* **Task material**:
package holonomy

import (
	"math/rand/v2"
	"testing"
)

func TestQuickEig(t *testing.T) {
	rng := rand.New(rand.NewPCG(1, 2))
	for n := 1; n <= 16; n++ {
		h := NewMat(n, n)
		for i := 0; i < n; i++ {
			h.Set(i, i, complex(rng.NormFloat64(), 0))
			for j := i + 1; j < n; j++ {
				v := complex(rng.NormFloat64(), rng.NormFloat64())
				h.Set(i, j, v)
				h.Set(j, i, complex(real(v), -imag(v)))
			}
		}
		e := NewEigen(n)
		vals := make([]float64, n)
		v := NewMat(n, n)
		e.Factorize(h, vals, v)
		hv := NewMat(n, n)
		Mul(hv, h, v)
		for i := 0; i < n; i++ {
			for j := 0; j < n; j++ {
				hv.Data[i*n+j] -= v.Data[i*n+j] * complex(vals[j], 0)
			}
		}
		if r := FrobeniusNorm(hv); r > 1e-12 {
			t.Errorf("n=%d residual %g", n, r)
		}
		if u := UnitarityError(v); u > 1e-12 {
			t.Errorf("n=%d unitarity %g", n, u)
		}
	}
}
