package holonomy

import (
	"fmt"
	"math"
)

// Lindblad propagates density matrices, or whole quantum channels as
// superoperators, through piecewise-constant (zero-order-hold) Hamiltonians
// with level decay and pure dephasing, exactly per step: ρ' = exp(𝓛Δt) ρ.
//
// # Master equation
//
// With ħ = 1 the generator is
//
//	𝓛ρ = −i[H, ρ] − ½{Γ, ρ} + Σ_k D[L_k]ρ,   D[L]ρ = LρL† − ½{L†L, ρ},
//
// where Γ = Σ_k Γ_k|k⟩⟨k| holds the population loss rates Decay[k]: the
// population of level k leaks out of the modelled levels at rate Γ_k and is
// not returned (trace-decreasing, like spontaneous emission to levels outside
// the scheme). For pure states this is the non-Hermitian evolution
// ψ̇ = −i(H − iΓ/2)ψ of Propagator.StepDecay, so the two agree when there is
// no dephasing. Pure dephasing of level k at rate γ_k = Dephasing[k] uses the
// collapse operator L_k = √(2γ_k)|k⟩⟨k|. It leaves populations alone and
// makes a coherence ρ_ij (i ≠ j) decay at γ_i + γ_j; in particular a qubit
// coherence ρ_01 with only one of its two levels dephased decays as
// e^{−γ_φ t}, the usual pure-dephasing rate γ_φ = 1/T_φ (equivalently
// L = √(γ_φ/2) σ_z on the qubit). In components,
//
//	𝓛ρ = K ρ + ρ K† + D∘ρ + Σ_jumps r ρ_kk |m⟩⟨m|,
//	K = −i(H − iΓ/2),  D_ij = −(γ_i + γ_j)(1 − δ_ij),
//
// with ∘ the element-wise product. With every Jump's rates summing to
// Decay[From] the evolution is trace preserving.
//
// # Superoperators
//
// A superoperator S is an n²×n² matrix acting on ρ stored row-major:
// vec(ρ)[i·n + j] = ρ_ij, so column k·n + l of S is vec(𝓔(|k⟩⟨l|)). The
// identity channel is the n²×n² identity.
//
// # Algorithm
//
// exp(𝓛Δt) is applied to an operator X by its Taylor series with scaling
// (Al-Mohy and Higham, SIAM J. Sci. Comput. 33, 488 (2011), whose idea is
// followed with a simpler, rigorous stopping rule): with θ ≥ ‖𝓛Δt‖ bounded
// from the entries of K and D (in the 1-norm of vec X over its real and
// imaginary parts), Δt is split into s = ⌈θ⌉ sub-steps so that each has
// ‖𝓛δt‖ ≤ 1, and the series of each sub-step is summed until a term T_k
// falls below 2^−53 times the partial sum. Since ‖T_{k+j}‖ ≤ ‖T_k‖/(k+1)^j
// the neglected tail is below that term, so every step is exact to rounding.
// Only n×n products are formed, O(n³) per term, so a density-matrix step
// costs O(n³) rather than the O(n⁶) of an n²×n² exponential.
//
// A Lindblad is a reusable workspace; its step methods do not allocate. It is
// not safe for concurrent use.
type Lindblad struct {
	// Decay holds the population loss rate Γ_k ≥ 0 of every level in 1/s
	// (nil: none). It enters as −½{Γ, ρ}.
	Decay []float64
	// Dephasing holds the pure dephasing rate γ_k ≥ 0 of every level in
	// 1/s (nil: none), collapse operator √(2γ_k)|k⟩⟨k|.
	Dephasing []float64
	// Jumps holds the decay channels that return population to a
	// modelled level (nil: none; all decay leaves the model).
	Jumps []Jump

	n                     int
	k                     []complex128 // K δt for the current sub-step length
	d                     []float64    // D δt
	x, acc, term, next, t []complex128
	h                     *Mat
	subs                  int
	jr                    []float64 // Jumps[i].Rate δt for the current sub-step
}

// Jump is one decay channel of a Lindblad that returns population to a
// modelled level: collapse operator √Rate |To⟩⟨From|.
type Jump struct {
	// From and To are level indices; they must differ.
	From, To int
	// Rate is the transition rate in 1/s (≥ 0). It is part of, not in
	// addition to, Decay[From].
	Rate float64
}

// NewLindblad returns a workspace for n levels with the given decay and
// dephasing rates (1/s, one per level, or nil for none). The slices are
// copied into the Decay and Dephasing fields.
func NewLindblad(n int, decay, dephasing []float64) *Lindblad {
	if n <= 0 {
		panic("holonomy: NewLindblad: n must be positive")
	}
	if (decay != nil && len(decay) != n) || (dephasing != nil && len(dephasing) != n) {
		panic(fmt.Sprintf("holonomy: NewLindblad: %d levels, %d decay and %d dephasing rates", n, len(decay), len(dephasing)))
	}
	l := &Lindblad{n: n, k: make([]complex128, n*n), d: make([]float64, n*n), h: NewMat(n, n)}
	if decay != nil {
		l.Decay = append([]float64(nil), decay...)
	}
	if dephasing != nil {
		l.Dephasing = append([]float64(nil), dephasing...)
	}
	for _, p := range []*[]complex128{&l.x, &l.acc, &l.term, &l.next, &l.t} {
		*p = make([]complex128, n*n)
	}
	return l
}

// rates returns Γ_k and γ_k, zero for nil fields (lengths are checked by
// check).
func (l *Lindblad) rates(k int) (gamma, phi float64) {
	if l.Decay != nil {
		gamma = l.Decay[k]
	}
	if l.Dephasing != nil {
		phi = l.Dephasing[k]
	}
	return gamma, phi
}

// check panics on shape mismatches and on negative or NaN rates, which the
// callers must have rejected as input errors.
func (l *Lindblad) check(h *Mat, what string) {
	n := l.n
	if h.R != n || h.C != n || (l.Decay != nil && len(l.Decay) != n) || (l.Dephasing != nil && len(l.Dephasing) != n) {
		panic(fmt.Sprintf("holonomy: Lindblad.%s: %d levels, H %d×%d, %d decay and %d dephasing rates", what, n, h.R, h.C, len(l.Decay), len(l.Dephasing)))
	}
	for k := 0; k < n; k++ {
		if g, p := l.rates(k); !(g >= 0 && p >= 0) {
			panic(fmt.Sprintf("holonomy: Lindblad.%s: level %d has decay %g and dephasing %g; rates must be non-negative", what, k, g, p))
		}
	}
	for _, j := range l.Jumps {
		if j.From < 0 || j.From >= n || j.To < 0 || j.To >= n || j.From == j.To || !(j.Rate >= 0) || math.IsInf(j.Rate, 0) {
			panic(fmt.Sprintf("holonomy: Lindblad.%s: jump %d→%d at rate %g in %d levels", what, j.From, j.To, j.Rate, n))
		}
	}
}

// Generator writes into dst the n²×n² matrix of 𝓛 for the Hermitian
// Hamiltonian h (rad/s; upper triangle and real diagonal read), in the
// row-major vectorisation described on Lindblad:
//
//	𝓛_{(ij),(kl)} = K_ik δ_jl + δ_ik conj(K_jl) + D_ij δ_ik δ_jl.
//
// It is meant for analysis and tests; the step methods never form it.
func (l *Lindblad) Generator(dst, h *Mat) {
	l.check(h, "Generator")
	n := l.n
	if dst.R != n*n || dst.C != n*n {
		panic(fmt.Sprintf("holonomy: Lindblad.Generator: dst %d×%d, want %d×%d", dst.R, dst.C, n*n, n*n))
	}
	l.prepare(h, 1, false)
	dst.Zero()
	N := n * n
	for i := 0; i < n; i++ {
		for j := 0; j < n; j++ {
			row := (i*n + j) * N
			for k := 0; k < n; k++ {
				dst.Data[row+k*n+j] += l.k[i*n+k]
			}
			for m := 0; m < n; m++ {
				dst.Data[row+i*n+m] += cconj(l.k[j*n+m])
			}
			dst.Data[row+i*n+j] += complex(l.d[i*n+j], 0)
		}
	}
	for _, j := range l.Jumps {
		dst.Data[(j.To*n+j.To)*N+j.From*n+j.From] += complex(j.Rate, 0)
	}
}

// prepare fills K δt and D δt for a step dt, split into sub-steps when split
// is set so that each has ‖𝓛δt‖ ≤ 1 (see Lindblad).
func (l *Lindblad) prepare(h *Mat, dt float64, split bool) {
	n := l.n
	hermitianTimesMinusI(l.k, h.Data, n, dt)
	var dmax float64
	for i := 0; i < n; i++ {
		gi, pi := l.rates(i)
		for j := 0; j < n; j++ {
			if i != j {
				_, pj := l.rates(j)
				x := -(pi + pj) * dt
				l.d[i*n+j] = x
				dmax = max(dmax, math.Abs(x))
			} else {
				l.d[i*n+j] = 0
			}
		}
		l.k[i*n+i] -= complex(gi*dt/2, 0)
	}
	l.subs = 1
	// The jumps' 1-norm: the largest total rate out of one level.
	var jmax float64
	if len(l.Jumps) > 0 {
		if cap(l.jr) < len(l.Jumps) {
			l.jr = make([]float64, len(l.Jumps)) // once per Jumps length
		}
		l.jr = l.jr[:len(l.Jumps)]
		for i, j := range l.Jumps {
			l.jr[i] = j.Rate * dt
			var out float64
			for _, o := range l.Jumps {
				if o.From == j.From {
					out += o.Rate * math.Abs(dt)
				}
			}
			jmax = max(jmax, out)
		}
	} else {
		l.jr = l.jr[:0]
	}
	if !split {
		return
	}
	theta := 2*norm1Cols(l.k, n) + dmax + jmax
	if theta > 1 {
		s := math.Ceil(theta)
		if s > 1<<30 || math.IsNaN(s) {
			panic(fmt.Sprintf("holonomy: Lindblad: ‖𝓛Δt‖ ≈ %g is not a usable step", theta))
		}
		l.subs = int(s)
		f := 1 / s
		for i := range l.k {
			l.k[i] *= complex(f, 0)
			l.d[i] *= f
		}
		for i := range l.jr {
			l.jr[i] *= f
		}
	}
}

// apply sets x ← exp(𝓛Δt) x for the prepared step (x is n×n, row-major).
func (l *Lindblad) apply(x []complex128) {
	n := l.n
	const maxTerms = 60
	acc, term, next, t := l.acc, l.term, l.next, l.t
	for s := 0; s < l.subs; s++ {
		copy(acc, x)
		copy(term, x)
		for k := 1; k <= maxTerms; k++ {
			// next = (K·term + term·K† + D∘term)/k.
			mulSq(next, l.k, term, n)
			mulSqBH(t, term, l.k, n)
			for i, j := range l.Jumps {
				t[j.To*n+j.To] += rscale(l.jr[i], term[j.From*n+j.From])
			}
			f := 1 / float64(k)
			var tn, an float64
			for i, v := range next {
				v = rscale(f, v+t[i]+rscale(l.d[i], term[i]))
				next[i] = v
				a := acc[i] + v
				acc[i] = a
				tn += math.Abs(real(v)) + math.Abs(imag(v))
				an += math.Abs(real(a)) + math.Abs(imag(a))
			}
			term, next = next, term
			if tn <= 0x1p-53*an {
				break
			}
		}
		copy(x, acc)
	}
}

// Step sets ρ ← exp(𝓛 dt) ρ for the Hermitian Hamiltonian h (rad/s; only
// its upper triangle and real diagonal are read) held for dt seconds. rho is n×n (any operator, not only a density
// matrix). Step does not allocate.
func (l *Lindblad) Step(rho, h *Mat, dt float64) {
	l.check(h, "Step")
	if rho.R != l.n || rho.C != l.n {
		panic(fmt.Sprintf("holonomy: Lindblad.Step: ρ is %d×%d, want %d×%d", rho.R, rho.C, l.n, l.n))
	}
	l.prepare(h, dt, true)
	l.apply(rho.Data)
}

// StepSuper sets S ← exp(𝓛 dt)·S for an n²×n² superoperator S (see
// Lindblad for the vectorisation): the channel of one zero-order-hold step
// composed after S. StepSuper does not allocate.
func (l *Lindblad) StepSuper(s, h *Mat, dt float64) {
	l.check(h, "StepSuper")
	n := l.n
	N := n * n
	if s.R != N || s.C != N {
		panic(fmt.Sprintf("holonomy: Lindblad.StepSuper: S is %d×%d, want %d×%d", s.R, s.C, N, N))
	}
	l.prepare(h, dt, true)
	x := l.x
	for c := 0; c < N; c++ {
		for r := range x {
			x[r] = s.Data[r*N+c]
		}
		l.apply(x)
		for r, v := range x {
			s.Data[r*N+c] = v
		}
	}
}

// Sequence sets S ← S_N ⋯ S_1·S for the zero-order-hold sequence points on
// scheme sch, each held for dt seconds, where S_k = exp(𝓛_k dt) with the
// Hamiltonian sch.Hamiltonian(points[k]) and the rates of l (the level decay
// fields of sch are not read: pass them to NewLindblad). Start from the
// n²×n² identity to obtain the channel of the whole sequence, then use
// ChannelFidelity. Sequence does not allocate.
func (l *Lindblad) Sequence(s *Mat, sch *Scheme, points []Point, dt float64) {
	n := l.n
	if sch.Dim() != n {
		panic(fmt.Sprintf("holonomy: Lindblad.Sequence: %d levels, scheme has %d", n, sch.Dim()))
	}
	for _, p := range points {
		sch.Hamiltonian(l.h, p)
		l.StepSuper(s, l.h, dt)
	}
}

// ChannelFidelity returns the average gate fidelity, with leakage, of the
// channel 𝓔 with n²×n² superoperator s (vectorisation as on Lindblad) as an
// implementation of the d×d unitary target on the computational levels comp,
// and the leakage. For a Kraus decomposition 𝓔(ρ) = Σ_k A_k ρ A_k† and
// M_k = P U_t† A_k P it is the Kraus form of Pedersen, Møller and Mølmer,
// Phys. Lett. A 367, 47 (2007):
//
//	F = Σ_k [Tr(M_k†M_k) + |Tr M_k|²] / (d(d+1)),  leak = 1 − Σ_k Tr(M_k†M_k)/d,
//
// which is linear in 𝓔 and so needs no Kraus operators. Writing |a⟩ for the
// computational levels and B_k = P A_k P,
//
//	Σ_k |Tr M_k|² = Σ_k Σ_ab ⟨a|U_t†B_k|a⟩⟨b|B_k†U_t|b⟩
//	             = Σ_ab ⟨a| U_t† 𝓔(|a⟩⟨b|) U_t |b⟩,
//	Σ_k Tr(M_k†M_k) = Σ_k Tr(B_k†B_k) = Σ_ab Σ_k |⟨b|A_k|a⟩|²
//	             = Σ_ab ⟨b| 𝓔(|a⟩⟨a|) |b⟩,
//
// using U_t U_t† = 1 on the subspace; 𝓔(|a⟩⟨b|) is column a·n + b of s.
// For a unitary channel ρ ↦ UρU† it equals GateFidelity(U, comp, target).
// ChannelFidelity does not allocate.
func ChannelFidelity(s *Mat, n int, comp []int, target *Mat) (fid, leak float64) {
	d := len(comp)
	N := n * n
	if s.R != N || s.C != N || target.R != d || target.C != d || d == 0 {
		panic(fmt.Sprintf("holonomy: ChannelFidelity: S %d×%d for %d levels, %d computational levels, target %d×%d", s.R, s.C, n, d, target.R, target.C))
	}
	for _, i := range comp {
		if i < 0 || i >= n {
			panic(fmt.Sprintf("holonomy: ChannelFidelity: computational level %d of %d", i, n))
		}
	}
	T := target.Data
	var norm2 float64
	var tr2 complex128
	for a, ia := range comp {
		for b, ib := range comp {
			col := ia*n + ib
			// Σ_cd conj(T_ca) 𝓔(|a⟩⟨b|)_cd T_db.
			for c, ic := range comp {
				tca := cconj(T[c*d+a])
				for e, ie := range comp {
					tr2 += tca * s.Data[(ic*n+ie)*N+col] * T[e*d+b]
				}
			}
			norm2 += real(s.Data[(ib*n+ib)*N+ia*n+ia])
		}
	}
	fd := float64(d)
	fid = (norm2 + real(tr2)) / (fd * (fd + 1))
	leak = 1 - norm2/fd
	return fid, leak
}
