package holonomy

import (
	"fmt"
	"math"
	"testing"
)

// benchWilson times Wilson.Loop with n points and reports the wall-clock
// time per loop point and, where the system tells, the process CPU time per
// loop point (the fair figure on a machine shared with other work).
func benchWilson(b *testing.B, s *Scheme, loop Loop, n int) {
	w := NewWilson(s)
	u := NewMat(w.K(), w.K())
	if _, err := w.Loop(loop, n, u); err != nil {
		b.Fatal(err)
	}
	b.ReportAllocs()
	cpu0, okCPU := geoProcessCPU()
	b.ResetTimer()
	for i := 0; i < b.N; i++ {
		if _, err := w.Loop(loop, n, u); err != nil {
			b.Fatal(err)
		}
	}
	b.StopTimer()
	points := float64(b.N) * float64(n)
	b.ReportMetric(float64(b.Elapsed().Nanoseconds())/points, "ns/point")
	if cpu1, ok := geoProcessCPU(); ok && okCPU {
		b.ReportMetric(float64((cpu1-cpu0).Nanoseconds())/points, "cpu-ns/point")
	}
}

// BenchmarkWilsonLoopTripod: the non-Abelian dark-state holonomy of the
// tripod (4 levels, 2-dimensional working subspace) on a smooth loop with
// complex drives; N = 4096 is the reference size, the other sizes show the
// cost is linear in N.
func BenchmarkWilsonLoopTripod(b *testing.B) {
	for _, n := range []int{1024, 4096, 16384} {
		b.Run(fmt.Sprintf("N=%d", n), func(b *testing.B) { benchWilson(b, Tripod(), geoSmoothTripod, n) })
	}
	// The same loop read from a table, to separate the engine's cost from
	// the cost of evaluating the loop (here seven sines and cosines).
	const n = 4096
	tri := Tripod()
	table := make([]Point, n+1)
	for j := range table {
		table[j] = tri.NewPoint()
		geoSmoothTripod(float64(j)/n, table[j])
	}
	tab := func(s float64, p Point) { copy(p.Drive, table[int(math.Round(s*n))].Drive) }
	b.Run("N=4096-tabulated", func(b *testing.B) { benchWilson(b, tri, tab, n) })
}

// BenchmarkWilsonLoopSpin: spin-½ with both levels computational (two
// Berry phases) and spin-3/2 with all four levels computational (four
// one-state clusters), N = 4096, around a cone.
func BenchmarkWilsonLoopSpin(b *testing.B) {
	b.Run("spin-1/2", func(b *testing.B) { benchWilson(b, Spin(1, 0, 1), geoCone(0.8, 1), 4096) })
	b.Run("spin-3/2", func(b *testing.B) { benchWilson(b, Spin(3, 0, 1, 2, 3), geoCone(0.8, 1), 4096) })
}

// BenchmarkWilsonLoopLarge: a 16-level ladder (spin-15/2), the largest
// scheme, with one computational level.
func BenchmarkWilsonLoopLarge(b *testing.B) {
	benchWilson(b, Spin(15, 0), func(s float64, p Point) { SpinPoint(p, geoOmega, 0.3, 2*math.Pi*s) }, 4096)
}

* **Exercise description**: Now copy each line of the entries that mentions "StepSuper".

* **Problem solution**:
// StepSuper sets S ← exp(𝓛 dt)·S for an n²×n² superoperator S (see
// composed after S. StepSuper does not allocate.
func (l *Lindblad) StepSuper(s, h *Mat, dt float64) {
	l.check(h, "StepSuper")
		panic(fmt.Sprintf("holonomy: Lindblad.StepSuper: S is %d×%d, want %d×%d", s.R, s.C, N, N))
		l.StepSuper(s, l.h, dt)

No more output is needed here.